[Iplant-api-dev] many jobs in PENDING/SUBMITTING
Rion Dooley
dooley at tacc.utexas.edu
Thu Jun 4 07:58:19 MST 2015
Hi Cornel,
Sure. For reference, here is the documentation on queues and quotas in the Agave Developer’s Site:
http://preview.agaveapi.co/documentation/tutorials/system-management-tutorial/#defining-batch-queues
The system in question is dnalc.lonestar.tacc.utexas.edu<http://dnalc.lonestar.tacc.utexas.edu>. This is a system you’ve published that essentially clones lonestar.tacc.utexas.edu<http://lonestar.tacc.utexas.edu>, but with different queue and quota policies. Explanation is inline below:
{
...
"maxSystemJobs": 50, // The total number of jobs submitted through Agave
// which can concurrently be active on the system across all queues
"maxSystemJobsPerUser": 5, // The total number of jobs submitted through Agave which can
// concurrently be active for a single user across all queues
"queues": [
{
"customDirectives": "-A iPlant-Master",
"default": true, // Tells Agave to use this queue if none is specified in a job request and
// the job fits the specified bounds of memory, nodes, etc.

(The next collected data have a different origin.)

"""Heads from readings, against the hydrostatics of water and air and worked examples."""

from __future__ import annotations

import inspect

import numpy as np
import pytest
from hypothesis import given
from hypothesis import strategies as st

from gradeline.hydraulics import manometry
from gradeline.survey import GAUGE_KINDS

G = 9.81

PIEZOMETER = {
    "reading": 0.62,
    "tap_elevation": 0.31,
    "density": 998.2,
    "column_density": 997.1,
    "air_density": 1.2,
    "gravity": G,
    "zero": 0.8,
    "inclination": 1.1,
    "bore": 0.006,
    "surface_tension": 0.0728,
    "contact_angle": 0.4,
}
PRESSURE_GAUGE = {
    "reading": 84e3,
    "tap_elevation": -1.2,
    "gauge_elevation": 1.4,
    "density": 999.1,
    "line_density": 996.0,
    "air_density": 1.19,
    "gravity": G,
}


def test_one_head_for_every_gauge_kind():
    assert set(manometry.HEADS) == set(GAUGE_KINDS)


@pytest.mark.parametrize("kind", sorted(GAUGE_KINDS))
def test_keys_of_a_kind_are_arguments_of_its_head(kind):
    # a text or a temperature reaches the head as a density
    direct = {
        name
        for name, key in GAUGE_KINDS[kind].keys.items()
        if key.of_head and key.dimension != "text" and not name.endswith("temperature")
    }
    assert direct <= set(inspect.signature(manometry.HEADS[kind]).parameters)


def test_capillary_rise_in_a_worked_example():
    # Choudhary & Om Prakash Ex 2.6 p 18: 2 mm bore, water and mercury
    rise = manometry.capillary_rise(
        bore=0.002,
        density=np.array([1000.0, 13600.0]),
        gravity=9.81,
        surface_tension=np.array([0.073, 0.510]),
        contact_angle=np.radians([0.0, 130.0]),
    )
    assert 1000 * rise[0] == pytest.approx(14.88, abs=0.005)
    assert 1000 * rise[1] == pytest.approx(-4.914, abs=0.0005)


@given(
    surface=st.floats(-5.0, 50.0),
    tap=st.floats(-5.0, 20.0),
    gauge=st.floats(-5.0, 20.0),
    zero=st.floats(-2.0, 2.0),
    inclination=st.floats(0.05, np.pi / 2),
)
def test_water_at_rest_has_one_head(surface, tap, gauge, zero, inclination):
    """An open tank, a column and a gauge at any heights: the same head, that of the tank's surface."""
    water, air = 998.2, 1.2
    expected = surface * (1 - air / water)
    column = manometry.piezometer_head(
        (surface - zero) / np.sin(inclination),
        tap_elevation=tap,
        zero=zero,
        inclination=inclination,
        density=water,
        column_density=water,
        air_density=air,
        gravity=G,
    )
    # the tank's surface bears the air above it; so does the gauge's case, lower by the air between
    reading = water * G * (surface - gauge) - air * G * (surface - gauge)
    pressure = manometry.pressure_gauge_head(
        reading,
        tap_elevation=tap,
        gauge_elevation=gauge,
        density=water,
        line_density=water,
        air_density=air,
        gravity=G,
    )
    assert column == pytest.approx(expected, abs=1e-12)
    assert pressure == pytest.approx(expected, abs=1e-12)


@given(pressure=st.floats(1e3, 1e6), line=st.floats(600.0, 1300.0), column=st.floats(950.0, 1050.0))
def test_both_gauges_see_the_pressure_at_the_tap(pressure, line, column):
    """From one pressure at the tap (against the air at datum) to readings, and back through the heads."""
    water, air, tap, gauge = 990.0, 1.15, 0.7, 2.9
    expected = tap + pressure / (water * G)
    # p_tap = rho_c g (top - tap) - rho_a g top, solved for the column's top
    top = (pressure / G + column * tap) / (column - air)
    h_column = manometry.piezometer_head(
        top, tap_elevation=tap, density=water, column_density=column, air_density=air, gravity=G
    )
    at_gauge = pressure - line * G * (gauge - tap) + air * G * gauge
    h_gauge = manometry.pressure_gauge_head(
        at_gauge,
        tap_elevation=tap,
        gauge_elevation=gauge,
        density=water,
        line_density=line,
        air_density=air,
        gravity=G,
    )
    assert h_column == pytest.approx(expected, rel=1e-12)
    assert h_gauge == pytest.approx(expected, rel=1e-12)


def test_air_takes_an_eighth_of_a_percent_off_a_slope():
    common = {"tap_elevation": 0.0, "density": 998.2, "column_density": 998.2, "gravity": G}
    readings = np.array([1.0, 0.4])
    with_air = np.diff(manometry.piezometer_head(readings, air_density=1.2, **common))[0]
    without = np.diff(manometry.piezometer_head(readings, air_density=0.0, **common))[0]
    assert without == pytest.approx(-0.6, rel=1e-14)
    # 1.2/998.2 = 0.12 %
    assert without / with_air - 1 == pytest.approx(0.0012, abs=5e-6)


def test_column_stands_too_high_by_its_capillary_rise():
    bare = manometry.piezometer_head(**{**PIEZOMETER, "bore": None, "reading": 0.0, "zero": 1.0})
    rise = manometry.capillary_rise(
        bore=0.006, density=997.1, gravity=G, surface_tension=0.0728, contact_angle=0.4
    )
    # the same pressure, so the tube that draws up its column is read higher by the rise
    tube = manometry.piezometer_head(**{**PIEZOMETER, "reading": 0.0, "zero": 1.0 + rise})
    assert rise > 0.004
    assert tube == pytest.approx(bare, abs=1e-14)


def test_gauge_above_the_pipe_in_common_units():
    # 1 m of water of 1000 kg/m3 is 9.80665 kPa: a gauge 2 m above the pipe reading 0 shows 2 m at the pipe
    head = manometry.pressure_gauge_head(
        0.0,
        tap_elevation=5.0,
        gauge_elevation=7.0,
        density=1000.0,
        line_density=1000.0,
        air_density=0.0,
        gravity=9.80665,
    )
    assert head == pytest.approx(7.0, rel=1e-15)


@pytest.mark.parametrize(
    ("function", "arguments", "name"),
    [(manometry.piezometer_head, PIEZOMETER, name) for name in PIEZOMETER]
    + [(manometry.pressure_gauge_head, PRESSURE_GAUGE, name) for name in PRESSURE_GAUGE],
    ids=lambda value: value if isinstance(value, str) else "",
)
def test_complex_step_gives_the_derivative(function, arguments, name):
    value = arguments[name]
    derivative = np.imag(function(**{**arguments, name: value + 1e-30j})) / 1e-30
    step = 1e-5 * abs(value)
    difference = function(**{**arguments, name: value + step}) - function(**{**arguments, name: value - step})
    assert derivative == pytest.approx(difference / (2 * step), rel=1e-6, abs=1e-7 / abs(value))


def test_readings_broadcast_over_runs_and_taps():
    head = manometry.piezometer_head(
        np.zeros((4, 3)),
        tap_elevation=np.arange(3.0),
        density=np.full((4, 1), 998.0),
        column_density=np.full((4, 1), 998.0),
        air_density=1.2,
        gravity=G,
    )
    assert head.shape == (4, 3)
    assert head.dtype == np.float64
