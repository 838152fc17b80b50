"""The laws of turbulent friction that measured runs are held against, each under its name."""

from __future__ import annotations

from collections.abc import Callable
from dataclasses import dataclass

import numpy as np
import numpy.typing as npt

from gradeline.hydraulics.friction import colebrook_white, colebrook_white_sensitivities
from gradeline.hydraulics.sand_grain import sand_grain, sand_grain_sensitivities

__all__ = ["COLEBROOK_WHITE", "SAND_GRAIN", "SMOOTH", "FrictionLaw"]

Array = npt.NDArray[np.float64]


@dataclass(frozen=True)
class FrictionLaw:
    """A law f(Re, ε/D) of turbulent flow.

    Parameters
    ----------
    name : str
        As tables and sentences call it.
    factor : callable
        f from Re and ε/D.
    sensitivities : callable
        f, ∂ ln f/∂ ln Re and ∂ ln f/∂(ε/D) from Re and ε/D.
    rough : bool
        Whether it depends on ε.
    """

    name: str
    factor: Callable[[npt.ArrayLike, npt.ArrayLike], Array]
    sensitivities: Callable[[npt.ArrayLike, npt.ArrayLike], tuple[Array, Array, Array]]
    rough: bool = True


def _smooth(reynolds: npt.ArrayLike, relative_roughness: npt.ArrayLike) -> Array:
    return colebrook_white(reynolds, 0.0 * np.asarray(relative_roughness))


def _smooth_sensitivities(
    reynolds: npt.ArrayLike, relative_roughness: npt.ArrayLike
) -> tuple[Array, Array, Array]:
    f, by_reynolds, by_roughness = colebrook_white_sensitivities(
        reynolds, 0.0 * np.asarray(relative_roughness)
    )
    return f, by_reynolds, 0.0 * by_roughness


#: Commercial walls: roughness of many sizes.
COLEBROOK_WHITE = FrictionLaw("Colebrook–White", colebrook_white, colebrook_white_sensitivities)
#: Walls of uniform sand.
SAND_GRAIN = FrictionLaw("sand-grain", sand_grain, sand_grain_sensitivities)
#: Prandtl's law of the smooth wall, whatever ε.
SMOOTH = FrictionLaw("smooth", _smooth, _smooth_sensitivities, rough=False)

"maxJobs": 50, // The total number of jobs submitted through Agave which can
// concurrently be running in this queue. Note that this is equal to the
"maxMemoryPerNode": 24, // The maximum number of nodes a job can request when using this queue
"maxProcessorsPerNode": 12, // The maximum processors per node this job can specify in the request.
"maxNodes": 2, // The maximum number of nodes a job can request when using this queue
"maxProcessorsPerNode": 12, // The maximum processors per node this job can specify in the request.

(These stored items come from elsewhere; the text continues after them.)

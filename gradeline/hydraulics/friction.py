"""Pipe friction: the Darcy friction factor, forward and inverse, and what follows from it.

Every function broadcasts over its arguments and returns float64.
"""

from __future__ import annotations

import math

import numpy as np
import numpy.typing as npt
from scipy.special import wrightomega

__all__ = [
    "LAMINAR_LIMIT",
    "TURBULENT_LIMIT",
    "colebrook_white",
    "colebrook_white_sensitivities",
    "darcy_friction_factor",
    "entrance_length",
    "friction_factor",
    "kinetic_energy_coefficient",
    "laminar",
    "regime",
    "relative_roughness",
    "roughness_reynolds",
    "velocity_head",
]

Array = npt.NDArray[np.float64]

#: Below this Reynolds number the flow counts as laminar.
LAMINAR_LIMIT = 2000.0
#: Above this Reynolds number the flow counts as turbulent; between the two limits it is critical.
TURBULENT_LIMIT = 4000.0

_LN_10 = math.log(10.0)


def _float(value: npt.ArrayLike) -> Array:
    return np.asarray(value, dtype=np.float64)


def _positive(value: npt.ArrayLike) -> Array:
    """Return float64 with NaN in place of what is not above zero, so that no later step warns."""
    array = _float(value)
    return np.where(array > 0, array, np.nan)


def _law(reynolds: npt.ArrayLike, relative_roughness: npt.ArrayLike) -> tuple[Array, Array, Array]:
    """Return b = 2.51/Re, the Wright omega number of the law and 1/sqrt(f)."""
    a = _float(relative_roughness) / 3.7
    b = 2.51 / _positive(reynolds)
    c = 2.0 * b / _LN_10
    omega = np.asarray(wrightomega(a / c - np.log(c)))
    # ln c + ln omega as one logarithm: the two nearly cancel where the wall is rough
    return b, omega, (-2.0 / _LN_10) * np.log(c * omega)


def colebrook_white(reynolds: npt.ArrayLike, relative_roughness: npt.ArrayLike) -> Array:
    """Return the Darcy friction factor of turbulent pipe flow by the Colebrook–White law, exactly.

    Parameters
    ----------
    reynolds : array_like
        Reynolds number on the bore, dimensionless, above 0 (the law is meant for turbulent flow, above 4000).
    relative_roughness : array_like
        Equivalent sand roughness over bore, dimensionless; 0 is the hydraulically smooth law. A slightly
        negative value continues the law analytically, which the fit of a signed roughness uses.

    Returns
    -------
    ndarray
        Darcy friction factor, dimensionless; NaN where the Reynolds number is not above 0.

    Notes
    -----
    With a = ε/(3.7 D), b = 2.51/Re and c = 2b/ln 10 the law 1/√f = −2 log₁₀(a + b/√f) has the closed form
    1/√f = −(2/ln 10) ln(c ω(a/c − ln c)), where ω is the Wright omega function, ω + ln ω = z. Within 1e-14
    relative of 40-digit arithmetic for Re 4e3 to 1e8 and ε/D 0 to 0.05.

    References
    ----------
    C. F. Colebrook, J. Inst. Civ. Eng. 11 (1939) 133–156, doi:10.1680/ijoti.1939.13150.
    R. M. Corless and D. J. Jeffrey, The Wright ω function, LNCS 2385 (2002) 76–89, doi:10.1007/3-540-45470-5_10.

    Examples
    --------
    >>> print(colebrook_white(1e5, [0.0, 1e-4]).round(6))
    [0.01799  0.018514]
    """
    _, _, root = _law(reynolds, relative_roughness)
    return np.asarray(root**-2.0)


def colebrook_white_sensitivities(
    reynolds: npt.ArrayLike, relative_roughness: npt.ArrayLike
) -> tuple[Array, Array, Array]:
    """Return the Colebrook–White friction factor with its two derivatives, all in closed form.

    Parameters
    ----------
    reynolds : array_like
        Reynolds number on the bore, dimensionless, above 0.
    relative_roughness : array_like
        Equivalent sand roughness over bore, dimensionless.

    Returns
    -------
    f : ndarray
        Darcy friction factor, dimensionless.
    dlnf_dlnre : ndarray
        ∂ ln f/∂ ln Re at fixed relative roughness, dimensionless; between −1 and 0.
    dlnf_drel : ndarray
        ∂ ln f per unit of relative roughness, dimensionless; finite at 0.

    Notes
    -----
    Differentiating the law implicitly, with ω as in `colebrook_white`: ∂ ln f/∂ ln Re = −2/(1 + ω) and
    ∂ ln f/∂(ε/D) = 2 √f/(3.7 b (1 + ω)).

    References
    ----------
    Derived from the law of C. F. Colebrook, J. Inst. Civ. Eng. 11 (1939) 133–156.

    Examples
    --------
    >>> f, by_reynolds, by_roughness = colebrook_white_sensitivities(1e5, 0.0)
    >>> print(f"{f:.5f} {by_reynolds:.4f} {by_roughness:.1f}")
    0.01799 -0.2087 301.4
    """
    b, omega, root = _law(reynolds, relative_roughness)
    return (
        np.asarray(root**-2.0),
        np.asarray(-2.0 / (1.0 + omega)),
        np.asarray(2.0 / (3.7 * root * b * (1.0 + omega))),
    )


def relative_roughness(friction_factor: npt.ArrayLike, reynolds: npt.ArrayLike) -> Array:
    """Return the relative roughness that gives a friction factor by the Colebrook–White law.

    Parameters
    ----------
    friction_factor : array_like
        Darcy friction factor, dimensionless, above 0.
    reynolds : array_like
        Reynolds number, dimensionless, above 0.

    Returns
    -------
    ndarray
        Equivalent sand roughness over bore, dimensionless and signed: negative where the friction factor lies
        below the smooth law. NaN where an argument is not above 0.

    Notes
    -----
    ε/D = 3.7 (10^(−1/(2√f)) − 2.51/(Re √f)). Near the smooth law the two terms nearly cancel, so the result
    is good to about 1e-16 absolute, not relative.

    References
    ----------
    C. F. Colebrook, J. Inst. Civ. Eng. 11 (1939) 133–156, solved for ε/D.

    Examples
    --------
    >>> print(f"{relative_roughness(0.0185138660774716, 1e5):.6e}")
    1.000000e-04
    """
    root = 1.0 / np.sqrt(_positive(friction_factor))
    return np.asarray(3.7 * (10.0 ** (-0.5 * root) - 2.51 * root / _positive(reynolds)))


def laminar(reynolds: npt.ArrayLike) -> Array:
    """Return the Darcy friction factor of laminar pipe flow, 64/Re.

    Parameters
    ----------
    reynolds : array_like
        Reynolds number, dimensionless, above 0 (the law holds below 2000).

    Returns
    -------
    ndarray
        Darcy friction factor, dimensionless; NaN where the Reynolds number is not above 0.

    References
    ----------
    Hagen–Poiseuille flow in the form of the Darcy friction factor: any text on fluid mechanics.

    Examples
    --------
    >>> print(laminar(128.0))
    0.5
    """
    return np.asarray(64.0 / _positive(reynolds))


def friction_factor(reynolds: npt.ArrayLike, relative_roughness: npt.ArrayLike) -> Array:
    """Return the Darcy friction factor by the law of the regime: 64/Re or Colebrook–White.

    Parameters
    ----------
    reynolds : array_like
        Reynolds number, dimensionless.
    relative_roughness : array_like
        Equivalent sand roughness over bore, dimensionless.

    Returns
    -------
    ndarray
        Darcy friction factor, dimensionless; NaN at rest and in the critical zone (Re 2000 to 4000), where
        no law holds.

    References
    ----------
    `laminar` and `colebrook_white`.

    Examples
    --------
    >>> print(friction_factor([1000.0, 3000.0, 1e5], 1e-4).round(5))
    [0.064      nan 0.01851]
    """
    re, rel = np.broadcast_arrays(_float(reynolds), _float(relative_roughness))
    return np.select(
        [re < LAMINAR_LIMIT, re > TURBULENT_LIMIT], [laminar(re), colebrook_white(re, rel)], default=np.nan
    )


def regime(reynolds: npt.ArrayLike) -> npt.NDArray[np.str_]:
    """Return the name of the flow regime.

    Parameters
    ----------
    reynolds : array_like
        Reynolds number, dimensionless, not negative.

    Returns
    -------
    ndarray of str
        ``"static"`` (Re = 0), ``"laminar"`` (below 2000), ``"critical"`` (2000 to 4000, both ends included),
        ``"turbulent"`` (above 4000); empty where the Reynolds number is NaN or negative.

    Examples
    --------
    >>> print(regime([0.0, 1999.0, 2000.0, 4000.0, 4001.0]))
    ['static' 'laminar' 'critical' 'critical' 'turbulent']
    """
    re = _float(reynolds)
    return np.select(
        [re == 0.0, re > TURBULENT_LIMIT, re >= LAMINAR_LIMIT, re > 0.0],
        ["static", "turbulent", "critical", "laminar"],
        default="",
    )


def kinetic_energy_coefficient(reynolds: npt.ArrayLike, friction_factor: npt.ArrayLike) -> Array:
    """Return the kinetic energy coefficient α of the velocity head α V²/2g.

    Parameters
    ----------
    reynolds : array_like
        Reynolds number, dimensionless.
    friction_factor : array_like
        Darcy friction factor of the turbulent law at that Reynolds number, dimensionless; not used, and free
        to be NaN, below Re 2000.

    Returns
    -------
    ndarray
        2 in laminar flow (and at rest), 1 + 2.7 f in turbulent flow, in the critical zone the two mixed in
        proportion to Re, so that α is continuous.

    Notes
    -----
    1 + 2.7 f is the rounded integral of a logarithmic profile with κ = 0.4: α = 1 + (15/32)(f/κ²)
    − (9/4)(f/8)^1.5/κ³, which is 1 + 2.7 f within 0.005 for f from 0.008 to 0.04.

    References
    ----------
    F. M. White, Fluid Mechanics, ch. 3 and 6, gives 2 for laminar flow and the logarithmic profile (from
    memory); the integral of the profile is done again in the tests.

    Examples
    --------
    >>> print(kinetic_energy_coefficient([1000.0, 3000.0, 1e5], 0.02))
    [2.    1.527 1.054]
    """
    re, f = np.broadcast_arrays(_float(reynolds), _float(friction_factor))
    turbulent = 1.0 + 2.7 * f
    share = (re - LAMINAR_LIMIT) / (TURBULENT_LIMIT - LAMINAR_LIMIT)
    return np.select(
        [re < LAMINAR_LIMIT, re > TURBULENT_LIMIT, re >= LAMINAR_LIMIT],
        [np.full(re.shape, 2.0), turbulent, 2.0 + share * (turbulent - 2.0)],
        default=np.nan,
    )


def velocity_head(velocity: npt.ArrayLike, gravity: npt.ArrayLike) -> Array:
    """Return the velocity head V²/2g, without the kinetic energy coefficient.

    Parameters
    ----------
    velocity : array_like
        Mean velocity over the bore, m/s.
    gravity : array_like
        Local gravity, m/s².

    Returns
    -------
    ndarray
        Velocity head, m of flowing fluid.

    Examples
    --------
    >>> print(f"{velocity_head(2.0, 9.80665):.4f}")
    0.2039
    """
    return np.asarray(_float(velocity) ** 2 / (2.0 * _float(gravity)))


def entrance_length(reynolds: npt.ArrayLike, diameter: npt.ArrayLike) -> Array:
    """Return the length from an inlet in which the flow is not yet developed.

    Parameters
    ----------
    reynolds : array_like
        Reynolds number, dimensionless, not negative.
    diameter : array_like
        Bore, m.

    Returns
    -------
    ndarray
        Entrance length, m: 0.06 Re D up to Re 4000, 4.4 Re^(1/6) D above.

    References
    ----------
    Both formulas stand in B. R. Munson, D. F. Young, T. H. Okiishi, Fundamentals of Fluid Mechanics, ch. 8
    (from memory). Printed laminar factors run from 0.05 to 0.065.

    Examples
    --------
    >>> print(entrance_length([1000.0, 1e6], 0.02).round(2))
    [1.2  0.88]
    """
    re = _float(reynolds)
    ratio = np.where(re > TURBULENT_LIMIT, 4.4 * np.maximum(re, 0.0) ** (1.0 / 6.0), 0.06 * re)
    return np.asarray(ratio * _float(diameter))


def roughness_reynolds(
    roughness: npt.ArrayLike,
    velocity: npt.ArrayLike,
    friction_factor: npt.ArrayLike,
    kinematic_viscosity: npt.ArrayLike,
) -> Array:
    """Return the roughness Reynolds number ε u*/ν; below 5 the wall is hydraulically smooth.

    Parameters
    ----------
    roughness : array_like
        Equivalent sand roughness, m.
    velocity : array_like
        Mean velocity, m/s.
    friction_factor : array_like
        Darcy friction factor, dimensionless, not negative.
    kinematic_viscosity : array_like
        m²/s, above 0.

    Returns
    -------
    ndarray
        ε u*/ν, dimensionless, with the friction velocity u* = V √(f/8).

    References
    ----------
    J. Nikuradse, VDI-Forschungsheft 361 (1933), in English as NACA TM 1292 (1950).

    Examples
    --------
    >>> print(f"{roughness_reynolds(1e-5, 2.0, 0.02, 1e-6):.2f}")
    1.00
    """
    friction_velocity = _float(velocity) * np.sqrt(_float(friction_factor) / 8.0)
    return np.asarray(_float(roughness) * friction_velocity / _float(kinematic_viscosity))


def darcy_friction_factor(
    slope: npt.ArrayLike, diameter: npt.ArrayLike, velocity: npt.ArrayLike, gravity: npt.ArrayLike
) -> Array:
    """Return the Darcy friction factor from a measured friction slope.

    Parameters
    ----------
    slope : array_like
        Friction slope, the fall of the energy grade line per metre of pipe, dimensionless.
    diameter : array_like
        Bore, m.
    velocity : array_like
        Mean velocity, m/s.
    gravity : array_like
        Local gravity, m/s².

    Returns
    -------
    ndarray
        f = 2 g D S/V², dimensionless, of the sign of the slope; NaN at rest.

    References
    ----------
    The Darcy–Weisbach equation, in any text on hydraulics. The Fanning factor is a quarter of this one.

    Examples
    --------
    >>> print(f"{darcy_friction_factor(0.1, 0.025, 2.0, 9.80665):.5f}")
    0.01226
    """
    squared = _positive(_float(velocity) ** 2)
    return np.asarray(2.0 * _float(gravity) * _float(diameter) * _float(slope) / squared)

// When more advanced schedulers are used and jobs do not specify a node
// request value, this can be used to calculate the node request
"maxUserJobs": -1, // Maximum number of jobs a user may concurrently have active in this queue.

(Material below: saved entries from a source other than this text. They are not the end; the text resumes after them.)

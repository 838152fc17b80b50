"""The sand-grain law against the smooth and rough laws, the published joints and the velocity profile it comes with."""

from __future__ import annotations

import mpmath
import numpy as np
import pytest
from hypothesis import given
from hypothesis import strategies as st

import gradeline.hydraulics.sand_grain as module
from gradeline.hydraulics.friction import colebrook_white, roughness_reynolds
from gradeline.hydraulics.friction_laws import COLEBROOK_WHITE, SAND_GRAIN, SMOOTH
from gradeline.hydraulics.sand_grain import roughness_function, sand_grain, sand_grain_sensitivities

REYNOLDS = st.floats(3e3, 1e8)
RELATIVE = st.floats(1e-7, 0.1)


def grain(reynolds, relative):
    """ε⁺ of the grains: V = 1, D = 1, ν = 1/Re."""
    f = sand_grain(reynolds, relative)
    return roughness_reynolds(relative, 1.0, f, 1.0 / np.asarray(reynolds, float))


@pytest.mark.parametrize(
    ("reynolds", "factor"),
    # Prandtl–Kármán smooth law, 1/√f = 2 log₁₀(Re √f/2.51): two libraries and a 40-digit root agree on these.
    [(4e3, 0.0399070140556349), (1e5, 0.0179897730842738), (1e7, 0.0081026694308749)],
)
def test_below_the_first_joint_it_is_the_smooth_law(reynolds, factor):
    assert sand_grain(reynolds, 0.0) == pytest.approx(factor, rel=1e-13)
    fine = 3.0 / (reynolds * np.sqrt(factor / 8))  # ε⁺ = 3
    assert sand_grain(reynolds, fine) == pytest.approx(factor, rel=1e-12)


@pytest.mark.parametrize(
    ("relative", "factor"),
    # von Kármán's rough law, 1/√f = −2 log₁₀(ε/3.7 D).
    [(1e-3, 0.019635465935527), (1e-2, 0.037903711892391), (5e-2, 0.071550673223843)],
)
def test_above_the_last_joint_it_is_the_rough_law(relative, factor):
    reynolds = 200.0 / relative / np.sqrt(factor / 8)
    assert grain(reynolds, relative) == pytest.approx(200.0)
    assert sand_grain(reynolds, relative) == pytest.approx(factor, rel=1e-12)


def test_the_pieces_meet_where_the_paper_ends_them():
    """log₁₀ ε⁺ = 0.55, 0.85, 1.15, 1.83 (Nikuradse 1933, from memory): the pieces were fitted one by one."""
    np.testing.assert_allclose(module._JOINTS, [0.55, 0.85, 1.15, 1.83], atol=0.012)


def test_the_velocity_profile_over_sand_gives_the_same():
    """B of the same paper, U/u* = 5.75 log₁₀(y/ε) + B, from memory: 1/√f = (5.75/√8) log₁₀(r/ε) + (B − 3.75)/√8."""
    level = np.linspace(np.log10(5.0), 2.5, 200)
    b = np.select(
        [level < 0.55, level < 0.85, level < 1.15, level < 1.83],
        [5.5 + 5.75 * level, 6.59 + 3.5 * level, 9.58 + 0.0 * level, 11.5 - 1.62 * level],
        8.48,
    )
    for radius in (30.6, 126.0, 507.0):  # r/ε of three of the pipes
        by_profile = (5.75 * np.log10(radius) + b - 3.75) / np.sqrt(8)
        by_law = 2 * np.log10(7.4 * radius) + roughness_function(10**level)
        # 1.1 % of 1/√f: his two sets of constants differ by so much between themselves.
        np.testing.assert_allclose(by_law, by_profile, rtol=0.011)


@given(reynolds=REYNOLDS, relative=RELATIVE)
def test_it_satisfies_its_own_equation(reynolds, relative):
    f = float(sand_grain(reynolds, relative))
    plus = mpmath.mpf(relative) * reynolds * mpmath.sqrt(mpmath.mpf(f) / 8)
    right = 2 * mpmath.log10(mpmath.mpf("3.7") / relative) + float(roughness_function(float(plus)))
    assert float(1 / mpmath.sqrt(f)) == pytest.approx(float(right), rel=1e-12)


@given(reynolds=REYNOLDS, relative=RELATIVE, more=st.floats(1.0, 3.0))
def test_a_coarser_grain_never_lowers_friction_and_none_lies_above_colebrook_white_by_more_than_a_little(
    reynolds, relative, more
):
    f = sand_grain(reynolds, relative)
    assert sand_grain(reynolds, relative * more) >= f * (1 - 1e-13)
    assert f >= sand_grain(reynolds, 0.0) * (1 - 1e-13)
    # Colebrook and White drew their law above the dip of the sand; only the hump before the rough end passes it.
    assert f <= colebrook_white(reynolds, relative) * 1.03


@given(reynolds=REYNOLDS, relative=RELATIVE)
def test_derivatives(reynolds, relative):
    step = 1e-6
    plus = float(grain(reynolds, relative))
    near = np.abs(np.log10(plus) - np.array([0.545, 0.8496, 1.1395, 1.8223]))
    if near.min() < 1e-3:
        return  # across a joint there is no derivative
    _, by_reynolds, by_roughness = sand_grain_sensitivities(reynolds, relative)
    ends = np.log(sand_grain(reynolds * np.array([1 - step, 1 + step]), relative))
    assert by_reynolds == pytest.approx((ends[1] - ends[0]) / (2 * step), abs=1e-7)
    ends = np.log(sand_grain(reynolds, relative * np.array([1 - step, 1 + step])))
    assert by_roughness * relative == pytest.approx((ends[1] - ends[0]) / (2 * step), abs=1e-7)


def test_nothing_comes_of_rest_and_friction_dips_between_smooth_and_rough():
    assert np.isnan(sand_grain([0.0, -1.0], 1e-3)).all()
    along = sand_grain(np.geomspace(1e4, 1e7, 400), 2e-3)
    assert along.min() < 0.95 * along[-1], "sand dips below its rough friction before it reaches it"
    glides = colebrook_white(np.geomspace(1e4, 1e7, 400), 2e-3)
    assert glides.min() == glides[-1]


def test_the_laws_under_their_names():
    for law in (COLEBROOK_WHITE, SAND_GRAIN, SMOOTH):
        assert law.factor(1e5, 0.0) == pytest.approx(0.0179897730842738, rel=1e-13)
        assert law.sensitivities(1e5, 1e-2)[0] == law.factor(1e5, 1e-2)
        assert bool(law.factor(1e5, 1e-2) > law.factor(1e5, 0.0)) == law.rough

// -1 means no limit, however the maxSystemJobsPerUser value of 5 will prevent
// a user from having more than 5 jobs active.
"name": "normal"
},
{
"customDirectives": "-A iPlant-Master",
"default": false,
"maxJobs": 5, // The total number of jobs submitted through Agave which can
// concurrently be running in this queue. Note that value is well below the
// system limit and a user can fill this queue with their quota alone.
"maxMemoryPerNode": 24, // The maximum number of nodes a job can request when using this queue
"maxProcessorsPerNode": 12, // The maximum processors per node this job can specify in the request.
"maxNodes": 1, // The maximum number of nodes a job can request when using this queue
"maxProcessorsPerNode": 12, // The maximum processors per node this job can specify in the request.
"maxProcessorsPerNode": 12, // The maximum processors per node this job can specify in the request.
// When more advanced schedulers are used and jobs do not specify a node
// request value, this can be used to calculate the node request
"maxUserJobs": -1, // Maximum number of jobs a user may concurrently have active in this queue.
// -1 means no limit, however the maxSystemJobsPerUser value of 5 will prevent
// a user from having more than 5 jobs active.
"name": "development"
}
],
…
}
—
Rion
On Jun 4, 2015, at 4:33 PM, Ghiban, Cornel <ghiban at cshl.edu<mailto:ghiban at cshl.edu>> wrote:
Hi Rion,
Could you, please, explain how the user quota works? Some of the users
have indeed submitted a lot of jobs.
Should I have a buffer queue that "releases" their jobs, lets say max 10
jobs/hr, so they don't clog Agave?
Thanks,
Cornel
On Thu, 2015-06-04 at 14:10 +0000, Rion Dooley wrote:
I imagine so. i only see 5 people with pending jobs and they are both
being throttled due to user-level quotas on the systems and queues
they are requesting.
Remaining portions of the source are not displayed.